## Activity
Copy nothing before the line containing "let mut frames: Vec<DarbouxFrame>". Reproduce that line and all that follow, exactly, through the end of the records.

Collected data entries:
■ ■ ■ ■ ■ ■ ■

/// The rates of change along arc length of the invariants at curve parameter `t` of `curve`
/// on `surface`: d kn/ds, d kg/ds, d tg/ds and d kappa/ds (1/length^2; s the arc length of
/// the contact path, increasing with t), with the frame there.
///
/// Exact from third-order derivatives of the surface and the curve (the frame carried as a
/// Taylor series in t, differentiated; checked against a symbolic differentiation and closed
/// forms). `*frame_out` is the frame of `strake_frame_at` at `t`, bit for bit.
///
/// Returns `STRAKE_STATUS_OK` and writes `*frame_out` and `*rates_out`; otherwise both are
/// untouched. Errors: those of `strake_frame_at`; NULL_POINTER (`frame_out`, `rates_out`);
/// ORDER_UNAVAILABLE (a surface or curve without third derivatives: a callback from
/// `strake_surface_from_callback`, `strake_surface_from_batch_callback` or
/// `strake_curve_from_callback`; the message names the source and the orders); NON_FINITE (a
/// third derivative, named, or a rate that overflows). Thread-safe.
///
/// # Safety
/// `surface` and `curve` NULL or live handles; `frame_out` and `rates_out` NULL or writable.
#[unsafe(no_mangle)]
pub unsafe extern "C" fn strake_invariant_rates_at(
    surface: *const StrakeSurface,
    curve: *const StrakeCurve,
    t: f64,
    frame_out: *mut StrakeFrame,
    rates_out: *mut StrakeInvariantRates,
) -> StrakeStatus {
    guard("strake_invariant_rates_at", || {
        // SAFETY: the caller passes live handles or NULL.
        let (s, c) = unsafe { (input(surface, "surface")?, input(curve, "curve")?) };
        let fslot = output(frame_out, "frame_out")?;
        let rslot = output(rates_out, "rates_out")?;
        let (f, r) = CurveOnSurface::new(s.source(), c.curve())
            .frame_with_rates(t, &mut Hints::default())?;
        publish(fslot, &[StrakeFrame::new(t, &f)]);
        publish(rslot, &[StrakeInvariantRates::from(&r)]);
        Ok(())
    })
}

/// `strake_invariant_rates_at` at each of the `count` curve parameters `ts` (a whole path in
/// one call): `frames_out[i]` (the frame of `strake_frames_at`, bit for bit) and
/// `rates_out[i]` at `ts[i]`.
///
/// Returns `STRAKE_STATUS_OK` and writes both arrays; otherwise both are untouched and the
/// message names the failing sample's index and t. Errors: those of
/// `strake_invariant_rates_at`, plus NULL_POINTER (`ts`) and INVALID_ARGUMENT (`count` of 0
/// or too large).
///
/// # Safety
/// `ts` NULL or `count` doubles; `frames_out` and `rates_out` NULL or room for `count`
/// elements each, not overlapping `ts` or each other; handles as in
/// `strake_invariant_rates_at`.
#[unsafe(no_mangle)]
pub unsafe extern "C" fn strake_invariant_rates_path(
    surface: *const StrakeSurface,
    curve: *const StrakeCurve,
    ts: *const f64,
    count: usize,
    frames_out: *mut StrakeFrame,
    rates_out: *mut StrakeInvariantRates,
) -> StrakeStatus {
    guard("strake_invariant_rates_path", || {
        // SAFETY: the caller passes live handles or NULL, and `count` doubles at `ts`.
        let (s, c) = unsafe { (input(surface, "surface")?, input(curve, "curve")?) };
        let ts = unsafe { input_slice(ts, count, "ts", "count")? };
        let fslot = output(frames_out, "frames_out")?;
        let rslot = output(rates_out, "rates_out")?;
        check_count::<StrakeFrame>(count, "count")?;
        let path = CurveOnSurface::new(s.source(), c.curve());
        // The frame at the first sample fills the scratch (a frame has no neutral value); a
        // failure there is that of the first sample, as the batch call would report it.
        let first = path
            .frame(ts[0], &mut Hints::default())
            .map_err(|error| SampleError {
                index: 0,
                t: ts[0],
                error,
            })?;
        let mut frames: Vec<DarbouxFrame> = scratch_filled(count, "frames", first)?;
        let mut rates: Vec<InvariantRates> = scratch(count, "rates")?;
        path.frames_with_rates_at(ts, &mut frames, &mut rates)?;
        let cf: Vec<StrakeFrame> = ts
            .iter()
            .zip(&frames)
            .map(|(&t, f)| StrakeFrame::new(t, f))
            .collect();
        let cr: Vec<StrakeInvariantRates> = rates.iter().map(StrakeInvariantRates::from).collect();
        publish(fslot, &cf);
        publish(rslot, &cr);
        Ok(())
    })
}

■ ■ ■ ■ ■ ■ ■

## Response
        let mut frames: Vec<DarbouxFrame> = scratch_filled(count, "frames", first)?;
        let mut rates: Vec<InvariantRates> = scratch(count, "rates")?;
        path.frames_with_rates_at(ts, &mut frames, &mut rates)?;
        let cf: Vec<StrakeFrame> = ts
            .iter()
            .zip(&frames)
            .map(|(&t, f)| StrakeFrame::new(t, f))
            .collect();
        let cr: Vec<StrakeInvariantRates> = rates.iter().map(StrakeInvariantRates::from).collect();
        publish(fslot, &cf);
        publish(rslot, &cr);
        Ok(())
    })
}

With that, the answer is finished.